#include "wetfront/profiles/layer_table.hpp"

#include "wetfront/soils/model_parameters.hpp"

namespace wetfront::profiles {

std::vector<LayerDescription> describe_layers(const soils::LayeredProfile& profile) {
  std::vector<LayerDescription> table;
  for (const soils::SoilLayer& layer : profile.layers()) {
    std::vector<LayerParameter> parameters;
    for (const auto& p : soils::model_parameters(layer.model)) {
      parameters.push_back({std::string(p.key), *soils::parameter_value(layer.model, p.key), std::string(p.unit)});
    }
    table.push_back({layer.name, layer.top_depth_cm, layer.bottom_depth_cm, std::string(soils::model_name(layer.model)),
                     std::move(parameters)});
  }
  return table;
}

}  // namespace wetfront::profiles
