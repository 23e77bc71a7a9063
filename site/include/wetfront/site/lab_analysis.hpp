// Laboratory data run from CSV files: the core samples of `wetfront soil cores`, the retention
// fit shared by `wetfront soil retention` and `wetfront soil layer`, and the texture classes. File formats are those of
// wetfront/soils/lab_csv.hpp.
#pragma once

#include <optional>
#include <string>
#include <vector>

#include "wetfront/site/report_table.hpp"
#include "wetfront/soils/retention_fit.hpp"

namespace wetfront::site {

struct RetentionInputs {
  std::string points_file;   // retention points (suction, water content), or
  std::string cores_file;    // core samples plus
  std::string steps_file;    // suction steps weighed on those cores
  std::string sample;        // fit only this sample; empty: the only sample, or all pooled
  std::string fix_residual;  // text: "0.05", "0.05 cm3/cm3" or "5 %"; empty: fitted
};

struct RetentionReport {
  std::vector<ReportTable> tables;  // the last one lists every fit (written by --csv)
  soils::RetentionParameters chosen;
  std::string provenance;  // which file, sample(s), points, RMSE
  std::vector<std::string> warnings;
};

RetentionReport analyse_retention(const RetentionInputs& inputs);

// `wetfront soil cores`: water content, bulk density and porosity of each ring sample and, with
// the suction steps weighed on them (steps_file not empty), their retention points (the last
// table). Throws base::InputError naming the file.
std::vector<ReportTable> core_tables(const std::string& cores_file, const std::string& steps_file);

// `wetfront soil texture`: the class-average parameters of the texture class `name`, or of every
// class when `name` is empty (Carsel & Parrish 1988). Throws base::InputError for an unknown name.
ReportTable texture_table(const std::string& name);

}  // namespace wetfront::site
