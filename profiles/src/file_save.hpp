// Saving a finished file image so that the target is either the old file or the whole new
// one: the bytes go to a temporary name in the same directory, are forced to the disk, and
// the file is renamed (atomic on POSIX file systems).
#pragma once

#include <filesystem>
#include <vector>

namespace wetfront::profiles {

// Throws std::system_error (or std::filesystem::filesystem_error) naming the path; the
// temporary file is removed on failure.
void save_file_image(const std::filesystem::path& path, const std::vector<char>& bytes);

}  // namespace wetfront::profiles
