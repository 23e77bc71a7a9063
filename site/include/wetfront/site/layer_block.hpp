// One layer's laboratory and field results combined into the TOML block of a site file
// (`wetfront soil layer`), each number with a comment saying where it came from:
//   retention (theta_r, theta_s, alpha, n): a van Genuchten fit of retention points or
//     weighed cores, or the class averages of a texture class;
//   saturated conductivity: the field method the user picks (well permeameter, tension
//     disc) or a value given directly;
//   pore connectivity l: 0.5 (Mualem 1976) unless given.
#pragma once

#include <string>
#include <vector>

#include "wetfront/site/field_analysis.hpp"
#include "wetfront/site/lab_analysis.hpp"
#include "wetfront/site/report_table.hpp"

namespace wetfront::site {

// What the layer is made of; the messages of base::InputError name the options of `wetfront soil
// layer` that carry each field.
struct LayerInputs {
  std::string name;
  std::string top;                // depth with unit, "0 cm"
  std::string bottom;             // depth with unit, "30 cm"
  RetentionInputs retention;      // laboratory retention data, or
  std::string texture;            // a texture class
  PermeameterInputs permeameter;  // exactly one of these three gives the conductivity
  InfiltrometerInputs infiltrometer;
  std::string saturated_conductivity;  // value with unit, "25 cm/d"
  double pore_connectivity = 0.5;
  bool pore_connectivity_given = false;
};

struct LayerBlock {
  std::vector<ReportTable> tables;    // the analyses' tables, then the layer's parameters
  std::vector<std::string> warnings;  // of the analyses
  std::string text;                   // the TOML block, first line kLayerBlockMark
};

// The layer's parameters and block. Throws base::InputError for missing, conflicting or invalid
// inputs; the block is checked to read back as TOML.
LayerBlock layer_block(const LayerInputs& inputs);

}  // namespace wetfront::site
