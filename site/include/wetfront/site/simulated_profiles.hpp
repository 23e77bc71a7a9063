// The solver's output profiles as the observation library takes them.
#pragma once

#include "wetfront/observations/profile_interpolation.hpp"
#include "wetfront/solver/column_run.hpp"

namespace wetfront::site {

// Pressure head (cm) per output time and cell when `heads`, else water content (cm3/cm3).
observations::SimulatedProfiles simulated_profiles(const solver::ColumnRun& run, bool heads);

}  // namespace wetfront::site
++++++++
→ What this task involves: Scan the records for the word "weighed". Copy each line where it turns up.

→ Answer space:
  std::string steps_file;    // suction steps weighed on those cores
// the suction steps weighed on them (steps_file not empty), their retention points (the last
//     weighed cores, or the class averages of a texture class;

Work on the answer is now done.